Here are pictures of my baby. I absolutely love her! she follows me all around the house and love to play with me. but she does not seem interested in toys. and I think she gets to distracted by outside to go potty. and she howls in her kennel when left alone but i worked with her on being quite and she is already getting better. and it looks like she maybe starting to get ticking, which I am really excited about! she is also getting used to my parents dog and cat. at first Luna growled at the cat and then the cat was scared of her in fact later he hissed at Luna which is so funny because Luna is only 3 lbs and the cat is 10! Luna is a little wary of my parents dog Rose. and Rose did not know what to think of Luna because I don't believe Rose has ever seen a dog as small as Luna. (Rose is a 20 lbs cockapoo).


----------



## Heather's (Jun 18, 2012)

Luna is darling!!!! Such a precious little face. 😊 What color eyes does she have? It will be interesting to see if over time she has more chocolate spots. Have fun with your baby girl! :baby:


----------



## Ditto's Mom (Apr 29, 2007)

OMG what a sweet baby!


----------



## Ollie"s Mom (May 23, 2014)

Luna is adorable and it sounds like there is a lot going on. Life will be exciting.


----------



## LauraLuna (Apr 25, 2016)

her eyes have two colors the outside ring is a light brown and the inside ring is a blueish gray color.


----------



## Heather's (Jun 18, 2012)

She has such pretty eyes! I thought they looked blue-gray.


----------



## LauraLuna (Apr 25, 2016)

They are mostly blue gray I think her eyes are transitioning.


----------



## PaulineMi (Feb 5, 2016)

Luna is adorable.

I just noticed on our PitaPata banners that our puppies are one week apart in age.


----------



## krandall (Jun 11, 2009)

LauraLuna said:


> Here are pictures of my baby. I absolutely love her! she follows me all around the house and love to play with me. but she does not seem interested in toys. and I think she gets to distracted by outside to go potty. and she howls in her kennel when left alone but i worked with her on being quite and she is already getting better. and it looks like she maybe starting to get ticking, which I am really excited about! she is also getting used to my parents dog and cat. at first Luna growled at the cat and then the cat was scared of her in fact later he hissed at Luna which is so funny because Luna is only 3 lbs and the cat is 10! Luna is a little wary of my parents dog Rose. and Rose did not know what to think of Luna because I don't believe Rose has ever seen a dog as small as Luna. (Rose is a 20 lbs cockapoo).

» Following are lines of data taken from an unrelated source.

import { describe, expect, it } from "vitest";
import {
  byWeek,
  fromStartOn,
  leastRecorded,
  type ProgrammeTeam,
  skippingOf,
} from "~/features/rates/programme/programme-compliance";
import { compact, measuresTable, skippedTable } from "~/features/rates/programme/programme-compliance-tables";
import { skipSentence, unrecordedNote } from "~/features/rates/programme/programme-sentence";
import { textOf } from "~/features/rates/sentence";
import { complianceOf } from "~/features/warm-ups/compliance";
import type { TallySession, TeamCompliance } from "~/features/warm-ups/warm-ups.server";

const session = (given: Partial<TallySession> = {}): TallySession => ({
  sessionId: "s",
  teamId: "t",
  day: "2026-10-05",
  week: "2026-10-05",
  startTime: null,
  kind: "training",
  done: [],
  warmUp: { outcome: "full", blocks: 5, skipReason: null },
  blockShare: 1,
  participations: 10,
  warmedUp: 10,
  ...given,
});
const skipped: Partial<TallySession> = { warmUp: { outcome: "skipped", blocks: 0, skipReason: "weather" } };
const silent: Partial<TallySession> = { warmUp: null };

function team(name: string, counts: { done: number; skipped: number; notRecorded?: number }): ProgrammeTeam {
  const sessions = [
    ...Array.from({ length: counts.done }, () => session()),
    ...Array.from({ length: counts.skipped }, () => session(skipped)),
    ...Array.from({ length: counts.notRecorded ?? 0 }, () => session(silent)),
  ];
  return { teamId: name, name, startsOn: "2026-08-01", sessions, compliance: complianceOf(sessions) };
}

describe("days before the start", () => {
  it("are in no measure, and a team without a programme has none", () => {
    const of = (teamId: string): TeamCompliance => ({
      ...{ teamId, teamName: teamId, sport: "soccer", sex: "girls", assigned: true },
      targets: { sessionShare: 0.8, perWeek: 2, minutes: 15, blockShare: 1 },
      compliance: complianceOf([]),
      sessions: [
        session({ day: "2026-09-30", ...skipped }),
        session({ day: "2026-10-01" }),
        session({ day: "2026-10-02", kind: "strength", ...skipped }),
      ],
    });
    const [first, second] = fromStartOn([of("a"), of("b")], new Map([["a", "2026-10-01"]]), ["training"]);
    expect(first?.compliance).toMatchObject({ sessions: 1, full: 1, skipped: 0 });
    expect(second).toMatchObject({ startsOn: null, compliance: { sessions: 0 } });
  });
});

describe("which team skips", () => {
  it("is named with its counts against the others, and unrecorded sessions are no skipped ones", () => {
    const teams = [
      team("Boys U16", { done: 10, skipped: 30 }),
      team("Girls U16", { done: 38, skipped: 2, notRecorded: 60 }),
      team("Women", { done: 36, skipped: 4 }),
    ];
    const found = skippingOf(teams);
    expect(found.standingOut.map(({ name }) => name)).toEqual(["Boys U16"]);
    expect(found.others).toMatchObject({ skipped: 6, recorded: 80 });
    expect(textOf(skipSentence(found))).toBe(
      "Boys U16 skipped 30 of 40 recorded warm-ups, 75 % (60 to 86); the other teams 8 % (3 to 15).",
    );
    const least = leastRecorded(teams);
    expect(least).toEqual({ name: "Girls U16", notRecorded: 60, sessions: 100 });
    expect(unrecordedNote(least, 60, 180)).toContain("most of all by Girls U16 (60 of 100)");
  });

  it("is nobody clearly when the first is within what chance does", () => {
    const found = skippingOf([
      team("A", { done: 8, skipped: 2 }),
      team("B", { done: 9, skipped: 1 }),
      team("C", { done: 4, skipped: 0 }),
    ]);
    expect(found.standingOut).toEqual([]);
    // Four sessions are no habit.
    expect(found.teams.map(({ name }) => name)).toEqual(["A", "B"]);
    expect(textOf(skipSentence(found))).toContain("No team clearly skips more than the others.");
  });

  it("widens its limits with the number of teams", () => {
    // Alone against one other it stands out; the same counts among thirty do not.
    const one = team("A", { done: 14, skipped: 6 });
    const others = (count: number) =>
      Array.from({ length: count }, (_, n) => team(`B${n}`, { done: 176, skipped: 24 }));
    expect(skippingOf([one, ...others(1)]).standingOut).toHaveLength(1);
    expect(skippingOf([one, ...others(30)]).standingOut).toHaveLength(0);
  });

  it("is said to be none where none was skipped or nothing is recorded", () => {
    expect(textOf(skipSentence(skippingOf([team("A", { done: 9, skipped: 0 })])))).toBe(
      "No team has a recorded warm-up that was skipped.",
    );
    expect(textOf(skipSentence(skippingOf([team("A", { done: 0, skipped: 0, notRecorded: 30 })])))).toContain(
      "No team has five sessions with a warm-up record",
    );
    expect(leastRecorded([team("A", { done: 9, skipped: 0 })])).toBeNull();
    expect(unrecordedNote(null, 0, 9)).toBe("Every held session has a warm-up record.");
  });
});

describe("weeks and tables", () => {
  it("keep a week without a session apart from one without a record", () => {
    const weeks = byWeek([session(silent)], ["2026-10-05", "2026-10-12"]);
    expect(weeks[0]?.compliance).toMatchObject({ sessions: 1, recorded: 0, notRecorded: 1 });
    expect(weeks[0]?.compliance?.ofRecorded.estimate).toBeNull();
    expect(weeks[1]?.compliance).toBeNull();
  });

  it("put the team that skips most first, and every measure with its interval into one cell of the page", () => {
    const teams = [team("A", { done: 9, skipped: 1 }), team("B", { done: 5, skipped: 5 })];
    const table = skippedTable(teams, skippingOf(teams));
    expect(table.rows.map(({ cells }) => cells.team)).toEqual(["B", "A"]);
    const measures = compact(measuresTable(teams, complianceOf(teams.flatMap(({ sessions }) => sessions))));
    expect(measures.columns.map(({ kind }) => kind)).toEqual(Array(6).fill("text"));
    expect(measures.rows.map(({ cells }) => cells.ofRecorded)).toEqual([
      "90\u00a0% (60\u00a0to\u00a098)",
      "50\u00a0% (24\u00a0to\u00a076)",
      "70\u00a0% (48\u00a0to\u00a085)",
    ]);
  });
});
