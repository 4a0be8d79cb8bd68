import { createServer } from "node:net";
import { Failure } from "../../app/platform/machine/failure.mjs";

/**
 * Whether a port is free on the loopback addresses, IPv4 and IPv6, since `localhost` may mean either.
 *
 * @param {number} port
 * @returns {Promise<boolean>}
 */
export async function isPortFree(port) {
  return (await canListen(port, "127.0.0.1")) && (await canListen(port, "::1"));
}

/**
 * @param {number} port
 * @param {string} host
 * @returns {Promise<boolean>}
 */
function canListen(port, host) {
  return new Promise((resolve) => {
    const server = createServer();
    server.once("error", (/** @type {NodeJS.ErrnoException} */ error) => {
      // A machine without IPv6 has no such address; that is not a taken port.
      resolve(error.code === "EADDRNOTAVAIL" || error.code === "EAFNOSUPPORT");
    });
    server.listen({ port, host, exclusive: true }, () => server.close(() => resolve(true)));
  });
}

/**
 * The first free port at or after `from`.
 *
 * @param {number} from
 * @param {readonly number[]} [except]
 * @returns {Promise<number>}
 */
export async function findFreePort(from, except = []) {
  for (let port = from; port < from + 500 && port < 65_536; port++) {
    if (!except.includes(port) && (await isPortFree(port))) return port;
  }
  throw new Failure(
    `There is no free port from ${from} on.`,
    "Stop some of the servers on this machine and run it again.",
  );
}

She's absolutely precious... And yez, those look like Belton spots.


----------



## krandall (Jun 11, 2009)

LauraLuna said:


> her eyes have two colors the outside ring is a light brown and the inside ring is a blueish gray color.


The bluish grey is probably left-over baby color. That part will probably fo away over time.


----------



## boomana (Jul 9, 2015)

I love her half mustache. What a cutie!


----------



## Raffi'sMom (Jan 25, 2016)

Yes, pictures! She is adorable and it sounds like she is learning to fit right in as she learns her new environment.


----------



## LauraLuna (Apr 25, 2016)

I have been busy finishing my final paper for my study abroad trip. Here is an update on how Luna is doing. She has settled in nicely with our family, love to play, and is getting the hang of house training. But, I have a few issues I would like some suggestions on: my parent cockapoo, Rose, is not too sure of Luna. In fact Rose almost always refuses to even look at Luna but, there is no aggression on either side. Also, Luna is very attached to me and has separation anxiety when ever I leave the room. And, as I will have her in the dorms with me this fall I cannot have a dog that whines whenever I leave. Finally, does anyone have any tip on how to get her white. I know it will be impossible to keep her white all the time, but I would like her to be white sometimes. Here are some more pictures of Luna right after her bath today.


----------



## krandall (Jun 11, 2009)

First - As long as there is no agression, let the relationship between Luna and your parents develop naturally. They may become fast friends or they may not. As long as they respect each other's space, that's all you can expect. More than that is gravy. 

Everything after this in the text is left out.